А потом бабушка вдруг захотела откормить меня на свежем байкальском воздухе орешками и строганиной. И велела родителям привезти меня на лето. Родители очень обрадовались и в возрасте года повезли ребенка через всю страну на поезде. Меня, привыкшую к манной каше в семь утра и мытью попы после каждого горшка. Поэтому маме пришлось срочно подружиться с поварами, бригадиром поезда и проводницами, чтобы кормить меня жидкой кашей без комков и мыть попу прямо в командирском душе.
Когда мы приехали, бабушка затискала меня до смерти и закормила до поноса. А когда она научилась со мной правильно обращаться, родители уехали, забыв оставить мой синий горшок. Наверное, они заполнили его кедровыми орешками и ели их, печально глядя в окно. И скучали по мне. А потом лето кончилось, но родители за мной не вернулись. Я осталась на Байкале еще на год – есть орешки и маринованный папоротник, гулять с лосями и кататься на катере с бабушкой.
Много поющих бабулек в одной деревне
Я с детства люблю музыку. Если бы я была лошадью, то на звук марша реагировала бы диким ржанием и метанием в строю. От восторга. Но я не лошадь. И даже не Дениска Кораблев, который пел так, что учитель падал на рояль и плакал от счастья.
Когда я про свою судьбу в музыке думала, сразу хотела уехать в деревню. К прабабушке, которая жила в домике напротив колонки. И когда вечером все бабки приходили с ведрами за водой, они ставили ведра в очередь около колонки, а сами садились семечки грызть на нашу завалинку. Меня, как не доросшую до разговоров, отгоняли на приступочку возле крыльца и эксплуатировали раз в полчаса.

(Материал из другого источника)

"""Nested Python data <-> HDF5 groups, datasets and attributes.

Used for the parts of a checkpoint whose shape is not fixed: the task definition, the
settings and the optimizer/objective ``resume_state``. The mapping is:

* Mapping -> group (keys become strings; '/' and a leading '.' are escaped)
* None, bool, int, float, str (and numpy scalars) -> attribute of the parent group
* numpy array -> dataset (string arrays as UTF-8)
* list/tuple of numbers or of strings -> dataset marked with its container type
* other lists/tuples (nested, mixed, of arrays or dicts) -> group with members '0', '1', ...
* :class:`Geometry` -> group marked 'geometry' (symbols, coordinates in bohr, charge, spin)
* enums and :class:`StateLabel` -> their string value

:func:`read_tree` returns the same structure (lists stay lists, tuples stay tuples,
Geometry stays Geometry).
"""

from __future__ import annotations

import enum
from typing import Any, Mapping

import h5py
import numpy as np

from ..geometry import Geometry
from ..states import StateLabel

__all__ = ["write_tree", "read_tree"]

_MARK = "__container__"  # attribute naming the Python container a group/dataset came from
_NONE = h5py.Empty("f")


def _escape(key: Any) -> str:
    text = str(key.value) if isinstance(key, enum.Enum) else str(key)
    text = text.replace("%", "%25").replace("/", "%2F")
    if not text or text.startswith("."):
        text = "%2E" + text[1:] if text else "%00"
    return text


def _unescape(text: str) -> str:
    if text == "%00":
        return ""
    if text.startswith("%2E"):
        text = "." + text[3:]
    return text.replace("%2F", "/").replace("%25", "%")


def _scalar(value: Any) -> Any:
    """Python/numpy scalar -> a value h5py stores as an attribute, or None if not a scalar."""
    if isinstance(value, (bool, np.bool_)):
        return np.bool_(value)
    if isinstance(value, (int, np.integer)):
        return np.int64(value)
    if isinstance(value, (float, np.floating)):
        return np.float64(value)
    if isinstance(value, str):
        return value
    if isinstance(value, (StateLabel,)):
        return str(value)
    if isinstance(value, enum.Enum):
        return _scalar(value.value)
    return None


def _is_homogeneous(seq: Any) -> str | None:
    """'num' or 'str' for flat sequences of numbers / strings, else None."""
    if all(isinstance(v, (bool, int, float, np.bool_, np.integer, np.floating)) for v in seq):
        return "num"
    if seq and all(isinstance(v, str) for v in seq):
        return "str"
    return None


def write_tree(group: h5py.Group, data: Mapping[str, Any], path: str = "") -> None:
    """Store the mapping ``data`` inside ``group`` (see module docstring)."""
    for raw_key, value in data.items():
        key = _escape(raw_key)
        where = f"{path}/{raw_key}"
        _write_item(group, key, value, where)


def _write_item(group: h5py.Group, key: str, value: Any, where: str) -> None:
    if value is None:
        group.attrs[key] = _NONE
        return
    scalar = _scalar(value)
    if scalar is not None:
        group.attrs[key] = scalar
        return
    if isinstance(value, Geometry):
        sub = group.create_group(key, track_order=True)
        sub.attrs[_MARK] = "geometry"
        sub.create_dataset("symbols", data=np.array(value.symbols, dtype=h5py.string_dtype()))
        sub.create_dataset("coords_bohr", data=np.asarray(value.coords_bohr))
        sub.attrs["charge"], sub.attrs["spin"], sub.attrs["title"] = value.charge, value.spin, value.title
        return
    if isinstance(value, Mapping):
        write_tree(group.create_group(key, track_order=True), value, where)
        return
    if isinstance(value, np.ndarray):
        if value.dtype.kind in "US":
            group.create_dataset(key, data=value.astype(str).astype(object),
                                 dtype=h5py.string_dtype())
        elif value.dtype.kind in "biufc":
            group.create_dataset(key, data=value)
        else:
            raise TypeError(f"cannot store the array at {where} (dtype {value.dtype}) in a checkpoint")
        return
    if isinstance(value, (list, tuple)):
        _write_sequence(group, key, value, where)
        return
    raise TypeError(f"cannot store {type(value).__name__} at {where} in a checkpoint")


def _write_sequence(group: h5py.Group, key: str, value: list | tuple, where: str) -> None:
    container = "tuple" if isinstance(value, tuple) else "list"
    kind = _is_homogeneous(value)
    if kind == "num":
        arr = np.asarray(value)
        if not value:
            arr = np.zeros(0)
        group.create_dataset(key, data=arr).attrs[_MARK] = container
    elif kind == "str":
        ds = group.create_dataset(key, data=np.array(value, dtype=object), dtype=h5py.string_dtype())
        ds.attrs[_MARK] = container
    else:
        sub = group.create_group(key, track_order=True)
        sub.attrs[_MARK] = container
        sub.attrs["length"] = len(value)
        for i, item in enumerate(value):
            _write_item(sub, str(i), item, f"{where}[{i}]")


def _read_attr(value: Any) -> Any:
    if isinstance(value, h5py.Empty):
        return None
    if isinstance(value, np.bool_):
        return bool(value)
    if isinstance(value, np.integer):
        return int(value)
    if isinstance(value, np.floating):
        return float(value)
    if isinstance(value, bytes):
        return value.decode()
    return value


def _read_dataset(ds: h5py.Dataset) -> Any:
    container = ds.attrs.get(_MARK)
    if h5py.check_string_dtype(ds.dtype) is not None:
        data = ds.asstr()[()]
        data = np.asarray(data, dtype=str) if isinstance(data, np.ndarray) else str(data)
    else:
        data = ds[()]
    if container in ("list", "tuple"):
        items = [_read_attr(v) if isinstance(v, np.generic) else v for v in np.asarray(data).tolist()]
        return tuple(items) if container == "tuple" else items
    return np.asarray(data)


def read_tree(group: h5py.Group) -> Any:
    """Inverse of :func:`write_tree` for a group (returns a dict, list, tuple or Geometry)."""
    container = group.attrs.get(_MARK)
    if container == "geometry":
        return Geometry(tuple(group["symbols"].asstr()[()]), group["coords_bohr"][()],
                        int(group.attrs["charge"]), int(group.attrs["spin"]),
                        str(group.attrs.get("title", "")))
    out: dict[str, Any] = {}
    for key, value in group.attrs.items():
        if key in (_MARK,) or (container in ("list", "tuple") and key == "length"):
            continue
        out[_unescape(key)] = _read_attr(value)
    for key, member in group.items():
        out[_unescape(key)] = read_tree(member) if isinstance(member, h5py.Group) else _read_dataset(member)
    if container in ("list", "tuple"):
        items = [out[str(i)] for i in range(int(group.attrs["length"]))]
        return tuple(items) if container == "tuple" else items
    return out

Мне нужно было веником сметать шелуху и выбрасывать мусор. Но я не протестовала, потому что за это мне можно было семечки прямо во рту грызть и слушать все деревенские новости за день. И я прямо дышать забывала, когда все это слушала: «А тракторист-то наш Коля-Чебурашка свою Любку за космы вчерась оттаскал! Да так, что она два дня голову не моет… ой, как он ее об приступку колошматил! А он потом напился и заснул в сарае – так Любка его батогом-то и приложила. Два ребра сломала – ну, он теперь и не пьет. Целый день». Так я училась жизни.
А однажды к прабабушке на постой приехали студентки-филологи с магнитофоном. И стали записывать песни донского казачества. Где ж их еще записывать как не в нашей деревне на реке Хопер? Вся шумная родня, которой не меньше полдеревни было, страшно загордилась и стала к бабушке ходить песни петь. Она их пыталась выгнать:
– Девки! – кричала прабабушка своим восьмидесятилетним сестрам и дочерям. – Совесть у вас где?! Скока можно хлыстаться ко мне? Вам на своих сотках сорняки полоть надыть, а вы все подолами трясете по деревне!
Но «девки» все равно ходили к нам «кажный вечер» и нетерпеливо ждали своей очереди петь в микрофон. На десятый день все песни кончились. Остались только похабные частушки, которые бабки тоже спели, дробно топоча запыленными пятками по чистым прабабушкиным половицам и выталкивая друг друга грудью в круг.